局所的な均質性に関していえば、リーマン対称空間をモデルとする場合は、 古典的な多くの結果が知られている:例えば、リーマン対称空間と局所同型 なコンパクト形は常に存在する(Borel)。(一例として、Poincaré 上半平面 に対しては、種数2以上の閉リーマン面がコンパクト形である)。

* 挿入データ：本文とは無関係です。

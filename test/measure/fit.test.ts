// Fitting against synthetic measurements made in the test (test/measure/synthetic.ts: complex.js on element
// trees written here, seeded Gaussian noise). Noiseless data must give the parameters back to 1e-6; noisy
// data (0.05 dB rms on |Z|, 0.3° rms on phase, 801 points — a careful analyser measurement, common
// practice) within four of their own standard errors and within the tolerances stated below, and the
// residual must come out as the noise put in. A parameter the sweep cannot show is left out, with why.

import { describe, expect, it } from 'vitest';
import { capacitor as C, inductor as L, parallel, resistor as R, series, type Element } from '../../src/circuit/element.js';
import { fitImpedance, type FitResult } from '../../src/measure/fit.js';
import type { FitKind } from '../../src/measure/fit-models.js';
import { logFrequencies, synthesise } from './synthetic.js';

interface Case {
  kind: FitKind;
  truth: Record<string, number>;
  build: (p: Record<string, number>) => Element;
  fromHz: number;
  toHz: number;
  /** Largest relative error allowed with the stated noise, per parameter. */
  tolerance: Record<string, number>;
}

// Invented values, typical of each kind; each sweep shows every parameter.
const CASES: Case[] = [
  {
    kind: 'capacitor',
    truth: { nominal: 100e-9, esr: 0.018, esl: 0.45e-9, epr: 1e7 },
    build: (p) => series(R(p.esr), L(p.esl), parallel(C(p.nominal), R(p.epr))),
    fromHz: 10,
    toHz: 1e9,
    tolerance: { nominal: 0.001, esr: 0.01, esl: 0.002, epr: 0.3 },
  },
  {
    kind: 'inductor',
    truth: { nominal: 10e-6, dcr: 0.05, cp: 5e-12, rp: 20e3 },
    build: (p) => parallel(series(R(p.dcr), L(p.nominal)), C(p.cp), R(p.rp)),
    fromHz: 1e3,
    toHz: 1e9,
    tolerance: { nominal: 0.001, dcr: 0.01, cp: 0.002, rp: 0.01 },
  },
  {
    kind: 'resistor',
    truth: { nominal: 10, ls: 2e-9, cp: 0.2e-12 },
    build: (p) => parallel(series(R(p.nominal), L(p.ls)), C(p.cp)),
    fromHz: 1e3,
    toHz: 1e10,
    tolerance: { nominal: 0.001, ls: 0.005, cp: 0.005 },
  },
  {
    kind: 'bead',
    truth: { rdc: 0.05, r: 600, l: 1.2e-6, c: 1.5e-12 },
    build: (p) => series(R(p.rdc), parallel(R(p.r), L(p.l), C(p.c))),
    fromHz: 1e5,
    toHz: 3e9,
    tolerance: { rdc: 0.1, r: 0.003, l: 0.002, c: 0.002 },
  },
];

function fitted(c: Case, points: number, noise?: { db: number; deg: number; seed: number }, window = {}): FitResult {
  const outcome = fitImpedance(c.kind, synthesise(c.build(c.truth), logFrequencies(c.fromHz, c.toHz, points), noise), window);
  if (!outcome.ok) throw new Error(outcome.message);
  return outcome.fit;
}

describe.each(CASES)('$kind', (c) => {
  it('noiseless data give every parameter back to 1e-6', () => {
    const fit = fitted(c, 401);
    expect(fit.leftOut).toEqual([]);
    expect(Object.keys(fit.parameters).sort()).toEqual(Object.keys(c.truth).sort());
    for (const [name, value] of Object.entries(c.truth)) expect(Math.abs(fit.parameters[name] / value - 1)).toBeLessThan(1e-6);
    expect(fit.residual.rmsDb).toBeLessThan(1e-6);
  });

  it.each([1, 2, 3, 4, 5])('noisy data (seed %i): within 4 standard errors and the stated tolerance; residual as the noise', (seed) => {
    const fit = fitted(c, 801, { db: 0.05, deg: 0.3, seed });
    expect(fit.leftOut).toEqual([]);
    for (const [name, value] of Object.entries(c.truth)) {
      const error = Math.log(fit.parameters[name] / value);
      expect(Math.abs(error)).toBeLessThanOrEqual(4 * fit.standardErrors[name]);
      expect(Math.abs(error)).toBeLessThanOrEqual(c.tolerance[name]);
    }
    // rms of 801 normal samples is within ±10% of σ with probability > 0.999 (χ² with 801 degrees of freedom).
    expect(fit.residual.rmsDb).toBeGreaterThan(0.045);
    expect(fit.residual.rmsDb).toBeLessThan(0.055);
    expect(fit.residual.rmsDeg).toBeGreaterThan(0.27);
    expect(fit.residual.rmsDeg).toBeLessThan(0.33);
    // The largest of 801 normal samples lies below 4.5σ with probability 0.997.
    expect(fit.residual.maxDb).toBeLessThan(0.05 * 4.5);
  });
});

describe('standard errors', () => {
  it('match the scatter of fits over 40 noise draws (capacitor, 201 points), within ±35%', () => {
    const c = CASES[0];
    const errors: Record<string, number[]> = {};
    const reported: Record<string, number[]> = {};
    for (let seed = 100; seed < 140; seed++) {
      const fit = fitted(c, 201, { db: 0.05, deg: 0.3, seed });
      for (const name of Object.keys(c.truth)) {
        (errors[name] ??= []).push(Math.log(fit.parameters[name] / c.truth[name]));
        (reported[name] ??= []).push(fit.standardErrors[name]);
      }
    }
    for (const name of Object.keys(c.truth)) {
      const spread = Math.sqrt(errors[name].reduce((s, e) => s + e * e, 0) / errors[name].length);
      const typical = reported[name].reduce((s, e) => s + e, 0) / reported[name].length;
      // The sample rms of 40 draws scatters by about 1/√80 ≈ 11%; ±35% is three of those.
      expect(spread / typical).toBeGreaterThan(0.65);
      expect(spread / typical).toBeLessThan(1.35);
    }
  });
});

describe('parameters the data cannot determine', () => {
  it('EPR from a sweep that starts at 1 MHz is left out: no effect there, strongest at the low end', () => {
    const fit = fitted(CASES[0], 301, undefined, { fromHz: 1e6 });
    expect(fit.fromHz).toBeGreaterThanOrEqual(1e6);
    expect(Object.keys(fit.parameters).sort()).toEqual(['esl', 'esr', 'nominal']);
    expect(fit.leftOut.map((l) => [l.name, l.why, l.strongest])).toEqual([['epr', 'no-effect', 'low-end']]);
    // Left out, the rest still come back: EPR's effect at 1 MHz is 1/(ωC·EPR) = 1.6e-4 of Z.
    for (const name of ['nominal', 'esr', 'esl']) expect(Math.abs(fit.parameters[name] / CASES[0].truth[name] - 1)).toBeLessThan(1e-3);
  });

  it("an inductor's Cp and Rp from a sweep ending two decades below its resonance", () => {
    const fit = fitted(CASES[1], 301, { db: 0.05, deg: 0.3, seed: 9 }, { toHz: 2e5 });
    expect(fit.parameters.nominal / 10e-6).toBeCloseTo(1, 2);
    expect(fit.leftOut.map((l) => l.name).sort()).toEqual(['cp', 'rp']);
    expect(fit.leftOut.every((l) => l.strongest === 'high-end')).toBe(true);
  });

  it('a 1 kΩ resistor with 1 nH and 0.2 pF: Ls and Cp act together (Y ≈ 1/R + jω(Cp − Ls/R²)), so with noise Ls is left out and Cp takes Cp − Ls/R²', () => {
    const c: Case = { ...CASES[2], truth: { nominal: 1e3, ls: 1e-9, cp: 0.2e-12 } };
    const fit = fitted(c, 801, { db: 0.05, deg: 0.3, seed: 1 });
    expect(fit.leftOut.map((l) => l.name)).toEqual(['ls']);
    const effective = 0.2e-12 - 1e-9 / 1e6;
    expect(Math.abs(Math.log(fit.parameters.cp / effective))).toBeLessThan(4 * fit.standardErrors.cp);
  });
});

describe('what fitImpedance refuses', () => {
  it('too few points in the range', () => {
    const outcome = fitImpedance('capacitor', synthesise(CASES[0].build(CASES[0].truth), logFrequencies(1e3, 1e6, 20)), { fromHz: 1e5, toHz: 2e5 });
    // Points at 10^(3 + 3k/19) Hz: k = 13, 14 lie between 100 kHz and 200 kHz.
    expect(outcome).toEqual({ ok: false, message: '2 usable points in the range; a capacitor fit needs at least 6' });
  });
});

また、高次 元の場合には、大まかにいえば、基本群が幾何構造を決定する(剛性定理)。

その反面、自然なリーマン計量が入らない一般の対称空間では、不連続群 が殆どない場合(Calabi_Markus 現象)や高次元でも「剛性定理」が成り立 たない場合(例えば Goldman による3次元の非標準ローレンツ閉空間形)な ど、個別の不思議な現象が発見されているが、研究分野としては非常に若い 段階にある。

この講演では、非リーマン等質空間の不連続群に関して、リー群の構造論、 エルゴード理論、ユニタリ表現論、離散群のコホモロジーなどの手法を取り 込んだ1990年代以降の研究と問題意識について、群論的な背景からできるだ け具体的な例をあげてお話をしたい。

特に、擬リーマン定曲率空間の大域的な形を問う「空間形予想」や、その “無限小近似” として得られる接対称空間のコンパクト形の存在の必要十分 条件が、Hurwitz-Radon 数を用いて表される(2005)ことを解説する予定で ある。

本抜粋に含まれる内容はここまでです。